Top of Excerpted records

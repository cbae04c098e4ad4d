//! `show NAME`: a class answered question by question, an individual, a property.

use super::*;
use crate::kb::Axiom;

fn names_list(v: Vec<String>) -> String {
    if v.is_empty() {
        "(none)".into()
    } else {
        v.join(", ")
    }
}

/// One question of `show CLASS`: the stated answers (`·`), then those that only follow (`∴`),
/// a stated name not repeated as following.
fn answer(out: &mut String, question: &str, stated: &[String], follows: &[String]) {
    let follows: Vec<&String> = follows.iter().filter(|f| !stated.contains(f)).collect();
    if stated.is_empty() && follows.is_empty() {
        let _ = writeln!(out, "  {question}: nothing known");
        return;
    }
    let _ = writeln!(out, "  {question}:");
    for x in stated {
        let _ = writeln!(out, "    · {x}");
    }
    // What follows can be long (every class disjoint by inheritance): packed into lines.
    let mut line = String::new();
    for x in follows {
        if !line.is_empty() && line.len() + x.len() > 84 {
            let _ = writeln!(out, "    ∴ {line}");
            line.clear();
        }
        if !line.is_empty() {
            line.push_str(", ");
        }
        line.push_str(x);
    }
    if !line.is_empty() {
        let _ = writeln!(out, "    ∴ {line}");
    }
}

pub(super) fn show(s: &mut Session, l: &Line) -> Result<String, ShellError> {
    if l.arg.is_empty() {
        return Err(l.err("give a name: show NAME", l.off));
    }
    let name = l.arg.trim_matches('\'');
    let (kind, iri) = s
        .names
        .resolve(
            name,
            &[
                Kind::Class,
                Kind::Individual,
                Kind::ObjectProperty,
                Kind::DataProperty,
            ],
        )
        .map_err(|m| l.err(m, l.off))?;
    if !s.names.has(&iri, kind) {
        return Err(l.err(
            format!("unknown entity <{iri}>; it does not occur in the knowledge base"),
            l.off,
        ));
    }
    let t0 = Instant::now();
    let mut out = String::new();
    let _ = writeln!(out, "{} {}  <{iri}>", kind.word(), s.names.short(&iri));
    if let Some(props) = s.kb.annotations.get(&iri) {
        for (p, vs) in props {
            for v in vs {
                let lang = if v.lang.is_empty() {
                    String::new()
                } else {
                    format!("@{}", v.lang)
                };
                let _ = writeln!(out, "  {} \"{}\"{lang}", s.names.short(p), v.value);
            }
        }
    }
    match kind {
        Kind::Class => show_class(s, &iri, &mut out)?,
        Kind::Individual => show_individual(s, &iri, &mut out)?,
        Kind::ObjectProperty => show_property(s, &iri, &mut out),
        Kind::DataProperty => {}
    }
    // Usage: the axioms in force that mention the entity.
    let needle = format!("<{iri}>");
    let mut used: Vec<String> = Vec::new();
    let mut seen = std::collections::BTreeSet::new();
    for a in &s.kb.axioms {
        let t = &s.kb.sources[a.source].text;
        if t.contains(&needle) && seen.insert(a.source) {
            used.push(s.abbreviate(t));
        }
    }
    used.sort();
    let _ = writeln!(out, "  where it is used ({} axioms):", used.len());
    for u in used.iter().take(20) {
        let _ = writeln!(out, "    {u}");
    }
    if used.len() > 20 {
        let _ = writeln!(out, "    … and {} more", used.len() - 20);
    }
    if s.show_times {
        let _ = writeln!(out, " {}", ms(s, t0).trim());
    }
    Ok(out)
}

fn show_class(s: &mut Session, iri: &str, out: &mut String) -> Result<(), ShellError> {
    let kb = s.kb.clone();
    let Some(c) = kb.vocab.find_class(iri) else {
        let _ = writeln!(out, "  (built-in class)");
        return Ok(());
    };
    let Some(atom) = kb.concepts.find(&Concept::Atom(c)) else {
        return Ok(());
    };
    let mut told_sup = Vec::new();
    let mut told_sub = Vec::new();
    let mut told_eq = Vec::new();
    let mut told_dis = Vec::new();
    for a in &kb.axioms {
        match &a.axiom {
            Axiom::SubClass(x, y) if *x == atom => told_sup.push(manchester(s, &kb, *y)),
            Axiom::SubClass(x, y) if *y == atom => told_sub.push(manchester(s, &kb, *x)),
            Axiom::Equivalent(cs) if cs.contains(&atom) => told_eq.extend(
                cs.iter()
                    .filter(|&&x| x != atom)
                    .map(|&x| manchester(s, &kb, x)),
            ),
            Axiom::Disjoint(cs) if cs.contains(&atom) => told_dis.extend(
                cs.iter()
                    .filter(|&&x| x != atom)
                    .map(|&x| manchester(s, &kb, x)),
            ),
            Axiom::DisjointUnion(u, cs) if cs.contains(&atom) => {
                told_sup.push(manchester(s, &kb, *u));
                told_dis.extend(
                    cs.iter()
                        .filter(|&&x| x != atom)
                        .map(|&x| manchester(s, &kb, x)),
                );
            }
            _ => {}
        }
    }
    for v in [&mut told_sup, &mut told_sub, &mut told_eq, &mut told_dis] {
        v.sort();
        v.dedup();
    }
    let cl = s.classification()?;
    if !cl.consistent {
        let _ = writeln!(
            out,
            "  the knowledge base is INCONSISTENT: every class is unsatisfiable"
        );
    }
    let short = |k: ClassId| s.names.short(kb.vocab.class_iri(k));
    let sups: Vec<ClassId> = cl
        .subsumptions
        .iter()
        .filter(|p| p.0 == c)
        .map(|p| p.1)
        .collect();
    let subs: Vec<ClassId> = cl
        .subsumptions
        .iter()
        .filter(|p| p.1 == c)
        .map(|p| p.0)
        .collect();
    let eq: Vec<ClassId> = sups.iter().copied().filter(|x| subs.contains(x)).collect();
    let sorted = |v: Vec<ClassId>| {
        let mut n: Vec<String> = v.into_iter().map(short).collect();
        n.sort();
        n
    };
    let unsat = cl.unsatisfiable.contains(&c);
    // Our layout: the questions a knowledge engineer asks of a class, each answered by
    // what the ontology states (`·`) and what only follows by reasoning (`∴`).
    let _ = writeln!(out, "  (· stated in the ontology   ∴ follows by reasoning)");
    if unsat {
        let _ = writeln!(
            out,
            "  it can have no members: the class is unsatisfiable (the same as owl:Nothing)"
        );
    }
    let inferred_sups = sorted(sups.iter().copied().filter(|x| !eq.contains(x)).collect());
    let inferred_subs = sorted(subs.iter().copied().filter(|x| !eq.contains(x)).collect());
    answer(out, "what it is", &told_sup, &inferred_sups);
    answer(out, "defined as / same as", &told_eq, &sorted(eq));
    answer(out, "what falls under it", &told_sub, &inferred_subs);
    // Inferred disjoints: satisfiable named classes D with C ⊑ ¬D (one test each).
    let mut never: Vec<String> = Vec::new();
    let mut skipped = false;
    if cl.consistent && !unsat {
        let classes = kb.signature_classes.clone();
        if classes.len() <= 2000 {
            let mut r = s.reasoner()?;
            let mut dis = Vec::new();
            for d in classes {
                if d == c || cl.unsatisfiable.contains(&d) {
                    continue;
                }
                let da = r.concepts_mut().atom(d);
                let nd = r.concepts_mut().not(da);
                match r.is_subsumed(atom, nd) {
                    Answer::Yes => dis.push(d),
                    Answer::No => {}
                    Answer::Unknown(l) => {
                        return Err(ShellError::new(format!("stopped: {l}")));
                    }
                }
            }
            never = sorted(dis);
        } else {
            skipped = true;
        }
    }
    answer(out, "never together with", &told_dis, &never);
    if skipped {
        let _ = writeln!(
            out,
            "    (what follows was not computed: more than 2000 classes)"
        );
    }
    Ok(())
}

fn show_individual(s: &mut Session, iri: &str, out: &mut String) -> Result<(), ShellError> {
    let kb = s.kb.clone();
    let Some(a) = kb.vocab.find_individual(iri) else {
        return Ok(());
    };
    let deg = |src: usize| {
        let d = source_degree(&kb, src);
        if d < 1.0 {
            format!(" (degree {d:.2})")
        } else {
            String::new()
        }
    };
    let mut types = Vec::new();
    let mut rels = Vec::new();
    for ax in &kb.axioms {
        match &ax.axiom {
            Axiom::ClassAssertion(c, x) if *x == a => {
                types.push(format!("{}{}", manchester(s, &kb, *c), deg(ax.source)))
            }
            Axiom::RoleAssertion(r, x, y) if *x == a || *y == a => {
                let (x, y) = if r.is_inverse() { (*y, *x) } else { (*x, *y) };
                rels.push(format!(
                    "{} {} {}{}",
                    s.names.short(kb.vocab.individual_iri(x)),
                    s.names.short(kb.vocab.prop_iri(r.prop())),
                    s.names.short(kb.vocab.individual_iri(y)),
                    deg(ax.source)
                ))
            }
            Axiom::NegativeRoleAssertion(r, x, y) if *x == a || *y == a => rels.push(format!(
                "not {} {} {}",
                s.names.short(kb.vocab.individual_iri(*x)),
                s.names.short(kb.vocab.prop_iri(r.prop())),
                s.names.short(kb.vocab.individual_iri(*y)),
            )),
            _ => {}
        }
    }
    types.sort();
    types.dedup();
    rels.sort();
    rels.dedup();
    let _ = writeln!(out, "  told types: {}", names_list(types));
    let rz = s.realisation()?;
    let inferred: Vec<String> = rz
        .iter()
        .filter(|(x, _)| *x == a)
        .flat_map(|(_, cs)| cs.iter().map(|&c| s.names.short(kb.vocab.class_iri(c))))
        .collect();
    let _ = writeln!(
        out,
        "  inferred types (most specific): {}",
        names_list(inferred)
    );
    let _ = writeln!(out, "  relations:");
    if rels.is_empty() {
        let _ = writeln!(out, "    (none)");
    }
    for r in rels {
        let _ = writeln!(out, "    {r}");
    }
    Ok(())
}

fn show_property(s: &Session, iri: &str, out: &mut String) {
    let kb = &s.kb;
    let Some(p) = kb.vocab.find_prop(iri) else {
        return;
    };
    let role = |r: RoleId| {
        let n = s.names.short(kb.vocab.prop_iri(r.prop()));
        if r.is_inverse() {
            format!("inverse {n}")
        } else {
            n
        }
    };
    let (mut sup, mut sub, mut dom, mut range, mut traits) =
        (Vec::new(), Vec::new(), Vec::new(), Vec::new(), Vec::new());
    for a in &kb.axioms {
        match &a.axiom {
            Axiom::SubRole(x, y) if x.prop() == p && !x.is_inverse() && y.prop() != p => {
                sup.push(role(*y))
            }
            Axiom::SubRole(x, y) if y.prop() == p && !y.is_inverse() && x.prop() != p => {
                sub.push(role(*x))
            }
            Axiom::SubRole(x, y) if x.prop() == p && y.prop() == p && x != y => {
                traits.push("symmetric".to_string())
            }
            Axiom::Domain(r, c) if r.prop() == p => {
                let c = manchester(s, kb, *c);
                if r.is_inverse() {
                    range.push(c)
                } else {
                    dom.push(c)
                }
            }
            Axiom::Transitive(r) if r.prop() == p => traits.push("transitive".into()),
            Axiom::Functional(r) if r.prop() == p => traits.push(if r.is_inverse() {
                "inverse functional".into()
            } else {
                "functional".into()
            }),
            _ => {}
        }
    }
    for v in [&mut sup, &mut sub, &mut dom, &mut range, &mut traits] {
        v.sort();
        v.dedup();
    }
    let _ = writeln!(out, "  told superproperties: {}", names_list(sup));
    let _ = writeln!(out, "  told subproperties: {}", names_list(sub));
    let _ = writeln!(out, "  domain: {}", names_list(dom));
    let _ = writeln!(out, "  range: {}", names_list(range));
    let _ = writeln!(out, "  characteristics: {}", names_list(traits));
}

Bottom of Excerpted records
Top of Excerpted records

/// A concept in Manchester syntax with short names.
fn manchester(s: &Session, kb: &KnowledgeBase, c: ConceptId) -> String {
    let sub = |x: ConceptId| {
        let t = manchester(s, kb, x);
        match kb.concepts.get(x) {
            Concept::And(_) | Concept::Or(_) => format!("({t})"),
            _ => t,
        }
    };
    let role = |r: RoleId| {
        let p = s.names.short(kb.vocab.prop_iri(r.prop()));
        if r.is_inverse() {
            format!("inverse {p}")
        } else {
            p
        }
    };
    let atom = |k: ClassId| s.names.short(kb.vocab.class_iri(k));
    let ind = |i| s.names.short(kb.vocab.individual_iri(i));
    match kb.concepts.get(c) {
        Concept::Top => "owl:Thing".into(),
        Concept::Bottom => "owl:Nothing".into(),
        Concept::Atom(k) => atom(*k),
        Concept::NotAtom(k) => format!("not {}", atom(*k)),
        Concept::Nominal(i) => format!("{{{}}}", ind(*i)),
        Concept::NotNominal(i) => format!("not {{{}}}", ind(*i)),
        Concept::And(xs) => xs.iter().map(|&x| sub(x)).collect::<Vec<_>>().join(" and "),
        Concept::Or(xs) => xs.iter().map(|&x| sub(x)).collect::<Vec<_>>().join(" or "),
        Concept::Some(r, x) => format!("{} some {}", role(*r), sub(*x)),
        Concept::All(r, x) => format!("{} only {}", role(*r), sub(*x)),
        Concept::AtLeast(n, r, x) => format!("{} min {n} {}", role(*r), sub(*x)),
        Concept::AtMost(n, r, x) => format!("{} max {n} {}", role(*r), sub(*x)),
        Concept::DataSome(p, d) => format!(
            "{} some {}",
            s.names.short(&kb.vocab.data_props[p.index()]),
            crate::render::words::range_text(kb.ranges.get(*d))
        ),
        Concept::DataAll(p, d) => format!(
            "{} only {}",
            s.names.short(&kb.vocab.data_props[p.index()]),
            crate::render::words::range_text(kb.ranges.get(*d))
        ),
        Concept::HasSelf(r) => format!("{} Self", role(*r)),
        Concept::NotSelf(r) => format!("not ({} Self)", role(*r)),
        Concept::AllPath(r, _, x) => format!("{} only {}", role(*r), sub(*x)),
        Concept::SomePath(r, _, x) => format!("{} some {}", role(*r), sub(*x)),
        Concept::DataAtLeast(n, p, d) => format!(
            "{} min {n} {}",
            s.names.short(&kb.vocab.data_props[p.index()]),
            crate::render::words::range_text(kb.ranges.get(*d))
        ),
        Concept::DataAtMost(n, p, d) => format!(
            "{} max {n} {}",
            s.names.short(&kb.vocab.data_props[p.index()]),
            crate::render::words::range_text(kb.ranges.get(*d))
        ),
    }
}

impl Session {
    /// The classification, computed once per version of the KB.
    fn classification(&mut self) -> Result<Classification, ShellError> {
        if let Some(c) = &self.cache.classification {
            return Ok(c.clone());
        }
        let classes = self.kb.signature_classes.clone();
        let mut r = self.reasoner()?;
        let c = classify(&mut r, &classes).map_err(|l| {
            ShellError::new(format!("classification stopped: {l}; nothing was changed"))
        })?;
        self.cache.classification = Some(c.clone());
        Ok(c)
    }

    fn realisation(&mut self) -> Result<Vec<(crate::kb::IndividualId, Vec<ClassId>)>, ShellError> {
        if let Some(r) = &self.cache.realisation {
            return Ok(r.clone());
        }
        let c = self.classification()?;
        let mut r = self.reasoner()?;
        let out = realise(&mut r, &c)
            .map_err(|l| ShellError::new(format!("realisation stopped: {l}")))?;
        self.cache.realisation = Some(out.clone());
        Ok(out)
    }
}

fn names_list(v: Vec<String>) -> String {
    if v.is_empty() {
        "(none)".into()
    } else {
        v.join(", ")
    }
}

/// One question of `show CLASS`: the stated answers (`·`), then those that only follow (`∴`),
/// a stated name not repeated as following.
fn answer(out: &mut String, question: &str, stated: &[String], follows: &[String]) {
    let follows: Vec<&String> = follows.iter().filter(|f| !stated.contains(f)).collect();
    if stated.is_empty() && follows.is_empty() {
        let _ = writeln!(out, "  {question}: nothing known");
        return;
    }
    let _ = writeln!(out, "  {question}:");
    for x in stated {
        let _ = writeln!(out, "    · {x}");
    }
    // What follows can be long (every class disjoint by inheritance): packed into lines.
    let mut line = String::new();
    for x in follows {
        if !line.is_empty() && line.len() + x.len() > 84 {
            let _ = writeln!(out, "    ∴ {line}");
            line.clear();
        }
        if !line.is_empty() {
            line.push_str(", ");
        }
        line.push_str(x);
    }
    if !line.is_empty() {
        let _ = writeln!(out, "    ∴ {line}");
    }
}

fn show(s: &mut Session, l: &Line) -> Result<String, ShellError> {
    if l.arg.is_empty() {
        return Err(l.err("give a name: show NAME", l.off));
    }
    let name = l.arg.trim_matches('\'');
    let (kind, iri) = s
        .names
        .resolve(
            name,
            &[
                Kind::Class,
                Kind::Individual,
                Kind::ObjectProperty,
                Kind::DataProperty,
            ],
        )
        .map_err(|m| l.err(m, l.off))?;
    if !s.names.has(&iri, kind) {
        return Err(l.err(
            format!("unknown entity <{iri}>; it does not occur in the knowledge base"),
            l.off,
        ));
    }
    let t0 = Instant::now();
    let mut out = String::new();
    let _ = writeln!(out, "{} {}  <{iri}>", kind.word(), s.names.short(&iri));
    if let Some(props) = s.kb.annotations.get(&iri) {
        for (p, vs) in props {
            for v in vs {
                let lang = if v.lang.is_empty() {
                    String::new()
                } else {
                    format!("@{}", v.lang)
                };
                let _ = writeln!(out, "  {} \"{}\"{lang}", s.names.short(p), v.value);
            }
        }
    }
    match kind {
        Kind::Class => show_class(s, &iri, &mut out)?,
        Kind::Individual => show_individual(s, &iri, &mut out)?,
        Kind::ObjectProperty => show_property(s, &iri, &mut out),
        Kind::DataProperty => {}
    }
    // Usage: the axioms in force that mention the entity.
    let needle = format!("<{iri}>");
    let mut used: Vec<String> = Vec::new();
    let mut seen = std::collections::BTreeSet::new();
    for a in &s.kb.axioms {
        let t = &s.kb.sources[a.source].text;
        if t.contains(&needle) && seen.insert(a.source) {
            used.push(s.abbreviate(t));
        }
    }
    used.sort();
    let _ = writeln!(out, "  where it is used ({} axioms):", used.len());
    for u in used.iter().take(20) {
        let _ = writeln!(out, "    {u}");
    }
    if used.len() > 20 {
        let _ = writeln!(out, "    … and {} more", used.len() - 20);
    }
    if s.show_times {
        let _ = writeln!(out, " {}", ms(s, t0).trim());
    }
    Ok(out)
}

Bottom of Excerpted records
Top of Excerpted records

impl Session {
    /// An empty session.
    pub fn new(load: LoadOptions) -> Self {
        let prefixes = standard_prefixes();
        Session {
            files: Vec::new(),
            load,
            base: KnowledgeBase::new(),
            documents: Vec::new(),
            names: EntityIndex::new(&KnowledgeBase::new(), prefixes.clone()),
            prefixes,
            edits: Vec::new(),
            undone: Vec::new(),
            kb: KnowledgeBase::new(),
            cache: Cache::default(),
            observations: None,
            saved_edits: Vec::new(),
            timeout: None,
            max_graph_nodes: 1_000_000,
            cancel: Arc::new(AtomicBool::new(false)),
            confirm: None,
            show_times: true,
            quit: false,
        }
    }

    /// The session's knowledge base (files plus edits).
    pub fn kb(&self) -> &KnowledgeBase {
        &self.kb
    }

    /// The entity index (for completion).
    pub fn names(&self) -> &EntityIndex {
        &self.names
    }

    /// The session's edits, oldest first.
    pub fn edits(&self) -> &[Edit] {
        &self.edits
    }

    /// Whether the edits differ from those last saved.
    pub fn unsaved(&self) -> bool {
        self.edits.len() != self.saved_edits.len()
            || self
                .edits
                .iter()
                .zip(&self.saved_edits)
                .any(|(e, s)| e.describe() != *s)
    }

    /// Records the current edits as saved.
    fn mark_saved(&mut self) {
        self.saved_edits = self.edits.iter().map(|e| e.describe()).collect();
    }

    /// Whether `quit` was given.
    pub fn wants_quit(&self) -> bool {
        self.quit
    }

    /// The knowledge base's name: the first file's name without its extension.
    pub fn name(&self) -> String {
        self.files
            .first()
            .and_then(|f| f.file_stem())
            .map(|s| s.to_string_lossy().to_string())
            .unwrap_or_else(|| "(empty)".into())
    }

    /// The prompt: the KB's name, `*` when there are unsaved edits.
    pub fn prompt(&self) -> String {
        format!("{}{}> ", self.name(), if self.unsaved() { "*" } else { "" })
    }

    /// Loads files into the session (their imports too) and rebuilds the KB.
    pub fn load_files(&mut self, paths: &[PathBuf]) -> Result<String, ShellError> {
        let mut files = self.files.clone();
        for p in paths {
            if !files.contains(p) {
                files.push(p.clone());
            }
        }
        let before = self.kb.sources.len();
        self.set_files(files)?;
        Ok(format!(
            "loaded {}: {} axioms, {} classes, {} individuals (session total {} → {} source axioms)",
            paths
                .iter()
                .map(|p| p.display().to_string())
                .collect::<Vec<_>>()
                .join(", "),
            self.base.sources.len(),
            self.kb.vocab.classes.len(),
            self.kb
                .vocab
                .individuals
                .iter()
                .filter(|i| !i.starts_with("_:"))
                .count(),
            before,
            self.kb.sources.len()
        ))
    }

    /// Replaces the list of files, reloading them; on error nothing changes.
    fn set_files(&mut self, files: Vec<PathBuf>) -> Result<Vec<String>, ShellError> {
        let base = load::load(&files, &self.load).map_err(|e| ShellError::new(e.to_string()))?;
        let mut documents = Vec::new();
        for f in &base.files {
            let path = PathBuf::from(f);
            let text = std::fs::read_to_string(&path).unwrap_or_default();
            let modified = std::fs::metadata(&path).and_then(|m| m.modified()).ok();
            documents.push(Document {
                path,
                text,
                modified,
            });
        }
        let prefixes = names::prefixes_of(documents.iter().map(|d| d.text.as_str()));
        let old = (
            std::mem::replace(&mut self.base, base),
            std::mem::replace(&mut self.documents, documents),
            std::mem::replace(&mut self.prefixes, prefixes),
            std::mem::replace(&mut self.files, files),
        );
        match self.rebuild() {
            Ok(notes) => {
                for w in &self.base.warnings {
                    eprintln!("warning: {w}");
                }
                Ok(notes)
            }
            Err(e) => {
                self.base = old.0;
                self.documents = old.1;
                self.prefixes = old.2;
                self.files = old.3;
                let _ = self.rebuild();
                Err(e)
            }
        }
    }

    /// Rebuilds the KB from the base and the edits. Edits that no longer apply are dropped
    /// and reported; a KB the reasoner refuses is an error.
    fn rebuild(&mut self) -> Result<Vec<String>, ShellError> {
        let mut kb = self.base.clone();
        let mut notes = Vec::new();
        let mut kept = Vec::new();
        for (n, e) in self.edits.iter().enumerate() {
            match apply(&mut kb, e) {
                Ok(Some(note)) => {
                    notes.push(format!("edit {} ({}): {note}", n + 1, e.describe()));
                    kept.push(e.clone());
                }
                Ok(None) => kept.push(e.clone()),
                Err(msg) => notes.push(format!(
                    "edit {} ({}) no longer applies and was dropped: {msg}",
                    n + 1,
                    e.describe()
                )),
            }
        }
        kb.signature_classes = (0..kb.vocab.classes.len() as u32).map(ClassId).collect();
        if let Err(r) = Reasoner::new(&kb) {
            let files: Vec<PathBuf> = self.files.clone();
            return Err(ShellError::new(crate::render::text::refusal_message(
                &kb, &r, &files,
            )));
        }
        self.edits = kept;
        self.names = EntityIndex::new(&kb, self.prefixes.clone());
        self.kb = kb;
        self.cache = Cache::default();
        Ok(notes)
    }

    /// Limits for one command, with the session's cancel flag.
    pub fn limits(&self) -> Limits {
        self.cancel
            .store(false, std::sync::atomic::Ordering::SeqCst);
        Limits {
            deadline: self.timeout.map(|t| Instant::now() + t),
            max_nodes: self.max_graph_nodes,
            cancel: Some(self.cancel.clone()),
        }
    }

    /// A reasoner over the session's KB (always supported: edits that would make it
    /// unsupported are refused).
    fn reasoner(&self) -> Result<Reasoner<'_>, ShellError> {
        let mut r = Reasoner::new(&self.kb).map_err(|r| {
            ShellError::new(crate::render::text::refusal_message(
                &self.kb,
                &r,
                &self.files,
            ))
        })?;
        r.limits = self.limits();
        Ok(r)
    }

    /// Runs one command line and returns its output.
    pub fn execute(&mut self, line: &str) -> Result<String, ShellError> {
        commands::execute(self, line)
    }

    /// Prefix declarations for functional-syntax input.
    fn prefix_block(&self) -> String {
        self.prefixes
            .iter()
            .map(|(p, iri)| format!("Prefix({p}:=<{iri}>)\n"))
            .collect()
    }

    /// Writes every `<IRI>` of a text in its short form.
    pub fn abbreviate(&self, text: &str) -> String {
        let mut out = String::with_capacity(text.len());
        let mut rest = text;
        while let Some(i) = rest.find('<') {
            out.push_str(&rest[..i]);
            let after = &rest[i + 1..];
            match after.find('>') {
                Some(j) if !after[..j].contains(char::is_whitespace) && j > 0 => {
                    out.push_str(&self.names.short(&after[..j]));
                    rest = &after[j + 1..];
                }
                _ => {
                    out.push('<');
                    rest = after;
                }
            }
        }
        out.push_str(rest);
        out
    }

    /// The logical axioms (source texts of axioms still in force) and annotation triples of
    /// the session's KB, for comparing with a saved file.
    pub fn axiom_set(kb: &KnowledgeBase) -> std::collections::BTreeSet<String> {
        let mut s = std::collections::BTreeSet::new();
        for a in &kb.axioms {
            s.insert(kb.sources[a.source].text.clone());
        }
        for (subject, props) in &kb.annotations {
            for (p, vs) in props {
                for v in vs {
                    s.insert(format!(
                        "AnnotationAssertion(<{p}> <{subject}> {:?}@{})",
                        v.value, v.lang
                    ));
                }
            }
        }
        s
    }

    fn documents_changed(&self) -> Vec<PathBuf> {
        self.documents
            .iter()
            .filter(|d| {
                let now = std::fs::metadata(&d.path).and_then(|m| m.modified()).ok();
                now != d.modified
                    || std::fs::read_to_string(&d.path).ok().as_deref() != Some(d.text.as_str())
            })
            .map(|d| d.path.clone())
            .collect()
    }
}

Bottom of Excerpted records

● **Exercise aim**
How many of the lines above hold "BTreeSet"? Answer with only the number.

● **Answer area**
4